══ DATA RECORDS

"""Rays that arrive at the receiver, by one hop or several.

A ray of several hops is reflected at the ground and may go on as either wave,
so each has a sequence of waves, one a hop; the last sets the hand.

A fan of launch directions in the plane of the great circle shows where each
wave comes down; every crossing of the receiver's distance starts a search in
both horizontal components of the launch direction, because a ray of one wave
leaves the plane of the great circle. The search runs in the zenith angle
vector w (angle from the vertical, along and across the path), which is regular
at the zenith.
"""

import math
from dataclasses import dataclass
from typing import Final

import numpy as np

from magion.arrays import BoolArray, FloatArray, IntArray, unit
from magion.constants import EARTH_RADIUS
from magion.errors import InputError
from magion.field import MagneticField
from magion.geometry import Place, great_circle, local_axes, travel
from magion.ionosphere.medium import Medium
from magion.rays.batch import Track
from magion.rays.chain import Chain, Specs, chain

LARGEST_MISS: Final = 100.0
"""A homed ray comes down within this distance of the receiver [m]."""

HOMED_TOLERANCE: Final = 8e-3
"""Error of position accepted in one step of a homed ray [m]."""

FAN_TOLERANCE: Final = 5.0
"""Error of position accepted in one step of a fan's ray [m]."""

STEEPEST: Final = 4e6 * 180.0 / math.pi
"""Rays whose landing place moves faster than 4000 km a degree of elevation are
left out: they graze the peak of a layer, and their power is spread so thin that
they lie more than 15 dB below an ordinary ray [m/rad]."""

_SEARCH_TOLERANCE = 10.0
_GOOD_MISS = 60.0
_NEAR_ENOUGH = 3e3
_MOST_PASSES = 3
_MOST_TRIALS = 9
_ANTIPODES = math.radians(179.9)
_JUMP = 12e3
_BESIDE_STEP = 5e-4


@dataclass(frozen=True, slots=True, kw_only=True)
class Link:
    """The great circle from a transmitter to a receiver.

    Parameters
    ----------
    transmitter, receiver : Place
        The ends.
    angle : float
        Central angle between them [rad].
    bearing : float
        Initial direction at the transmitter, east of north [rad].
    up, forward, left : ndarray, shape (3,)
        Unit vectors at the transmitter: vertical, along the path, and to the
        left of it [1].
    """

    transmitter: Place
    receiver: Place
    angle: float
    bearing: float
    up: FloatArray
    forward: FloatArray
    left: FloatArray

    @property
    def distance(self) -> float:
        """Length of the great circle on the ground [m]."""
        return self.angle * EARTH_RADIUS

    def point(self, share: float) -> tuple[float, float]:
        """Place at a share of the way.

        Parameters
        ----------
        share : float
            0 at the transmitter, 1 at the receiver [1].

        Returns
        -------
        latitude, longitude : float
            The place [rad].
        """
        lat, lon = travel(
            self.transmitter.latitude, self.transmitter.longitude, self.bearing, share * self.angle
        )
        return float(lat), float(lon)

    def launch(self, w: FloatArray) -> FloatArray:
        """Unit directions of zenith angle vectors at the transmitter.

        Parameters
        ----------
        w : ndarray, shape (2, n)
            Zenith angle along and across (left) the path [rad].

        Returns
        -------
        ndarray, shape (3, n)
            Earth-centred directions [1].
        """
        size = np.hypot(w[0], w[1])
        ratio = np.sinc(size / np.pi)
        return np.asarray(
            self.forward[:, None] * (w[0] * ratio)
            + self.left[:, None] * (w[1] * ratio)
            + self.up[:, None] * np.cos(size)
        )

    def coordinates(self, position: FloatArray) -> tuple[FloatArray, FloatArray]:
        """Where points lie, along the great circle and to its left.

        Parameters
        ----------
        position : ndarray, shape (3, n)
            Earth-centred positions [m].

        Returns
        -------
        along, across : ndarray, shape (n,)
            Distances on the ground from the transmitter; `along` runs from
            half-way backward to half-way round forward [m].
        """
        u, f, s = self.up @ position, self.forward @ position, self.left @ position
        return np.arctan2(f, u) * EARTH_RADIUS, np.arctan2(s, np.hypot(u, f)) * EARTH_RADIUS


def link_between(transmitter: Place, receiver: Place) -> Link:
    """The great circle between two places.

    Parameters
    ----------
    transmitter, receiver : Place
        The ends; they may coincide (the vertical case).

    Returns
    -------
    Link
        The link.

    Raises
    ------
    InputError
        If the places are antipodes, which no single great circle joins.
    """
    angle, bearing = (
        float(v)
        for v in great_circle(
            transmitter.latitude, transmitter.longitude, receiver.latitude, receiver.longitude
        )
    )
    if angle > _ANTIPODES:
        raise InputError(
            "the places are antipodes, so no one great circle joins them; "
            "accepted: up to 20,000 km apart"
        )
    east, north, up = local_axes(transmitter.latitude, transmitter.longitude)
    forward = math.sin(bearing) * east + math.cos(bearing) * north
    return Link(
        transmitter=transmitter,
        receiver=receiver,
        angle=angle,
        bearing=bearing,
        up=up,
        forward=forward,
        left=np.cross(up, forward),
    )


@dataclass(frozen=True, slots=True, kw_only=True)
class HomedRay:
    """One ray from the transmitter to the receiver.

    Parameters
    ----------
    spec : int
        Which of the wanted frequencies, ionospheres and sequences it belongs to [1].
    zenith_vector : ndarray, shape (2,)
        Launch: zenith angle along and across the path [rad].
    launch, arrival : ndarray, shape (3,)
        Unit directions of travel at transmitter and receiver [1].
    group_path, phase_path : float
        Lengths, all hops together [m].
    apogees : tuple of float
        Greatest height of each hop [m].
    bounces : tuple of ndarray, shape (3,)
        Positions of the ground reflections [m].
    incidences : tuple of ndarray, shape (3,)
        Unit directions of travel before them [1].
    miss : float
        Distance from the receiver at which it comes down [m].
    spreading : float
        Area on the ground that a cone of rays fills, per solid angle [m²].
    high : bool
        True for the high-angle ray of a layer (the range grows with elevation).
    tracks : tuple of Track
        Its nodes through the ionosphere, one track a hop.
    """

    spec: int
    zenith_vector: FloatArray
    launch: FloatArray
    arrival: FloatArray
    group_path: float
    phase_path: float
    apogees: tuple[float, ...]
    bounces: tuple[FloatArray, ...]
    incidences: tuple[FloatArray, ...]
    miss: float
    spreading: float
    high: bool
    tracks: tuple[Track, ...]


@dataclass(frozen=True, slots=True, kw_only=True)
class Fan:
    """Where the rays of one frequency, ionosphere and sequence come down.

    Parameters
    ----------
    zenith_angle : ndarray, shape (n,)
        Launch angle from the vertical toward the receiver, rising [rad].
    along, across : ndarray, shape (n,)
        Landing place in the link's coordinates; NaN if the ray escapes [m].
    apogee : ndarray, shape (n,)
        Greatest height of the last hop [m].
    """

    zenith_angle: FloatArray
    along: FloatArray
    across: FloatArray
    apogee: FloatArray

    @property
    def landed(self) -> BoolArray:
        """Which rays came down [1]."""
        return np.isfinite(self.along)

    def merged(self, other: "Fan") -> "Fan":
        """This fan with the rays of another one put in their places.

        Parameters
        ----------
        other : Fan
            More rays of the same kind.

        Returns
        -------
        Fan
            All of them, in order of the zenith angle.
        """
        angle = np.concatenate([self.zenith_angle, other.zenith_angle])
        order = np.argsort(angle, kind="stable")
        return Fan(
            zenith_angle=angle[order],
            along=np.concatenate([self.along, other.along])[order],
            across=np.concatenate([self.across, other.across])[order],
            apogee=np.concatenate([self.apogee, other.apogee])[order],
        )

    def breaks(self) -> BoolArray:
        """Gaps between neighbours in which a layer gives out.

        Returns
        -------
        ndarray of bool, shape (n - 1,)
            True where one ray escapes and the next does not, or where they turn
            at heights more than 12 km apart [1].
        """
        landed = self.landed
        jump = np.abs(np.diff(self.apogee)) > _JUMP
        return np.asarray((landed[1:] != landed[:-1]) | (landed[1:] & landed[:-1] & jump))


def default_zenith_angles(spacing_deg: float = 1.25) -> FloatArray:
    """Launch angles of a fan: from a little behind the zenith to the horizon.

    Parameters
    ----------
    spacing_deg : float
        Spacing [deg].

    Returns
    -------
    ndarray
        Zenith angles [rad].
    """
    forward = np.arange(0.0, 89.0, spacing_deg)
    return np.asarray(np.radians(np.concatenate([[-12.0, -4.0, -1.0], forward, [89.0, 89.6]])))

════

:: BRIEF ::
From the data above, return every line from the line that has "Earth-centred positions [m]." up to and including the line that has "half-way backward to", exactly.

:: ANSWER TO THIS TASK ::
            Earth-centred positions [m].

        Returns
        -------
        along, across : ndarray, shape (n,)
            Distances on the ground from the transmitter; `along` runs from
            half-way backward to half-way round forward [m].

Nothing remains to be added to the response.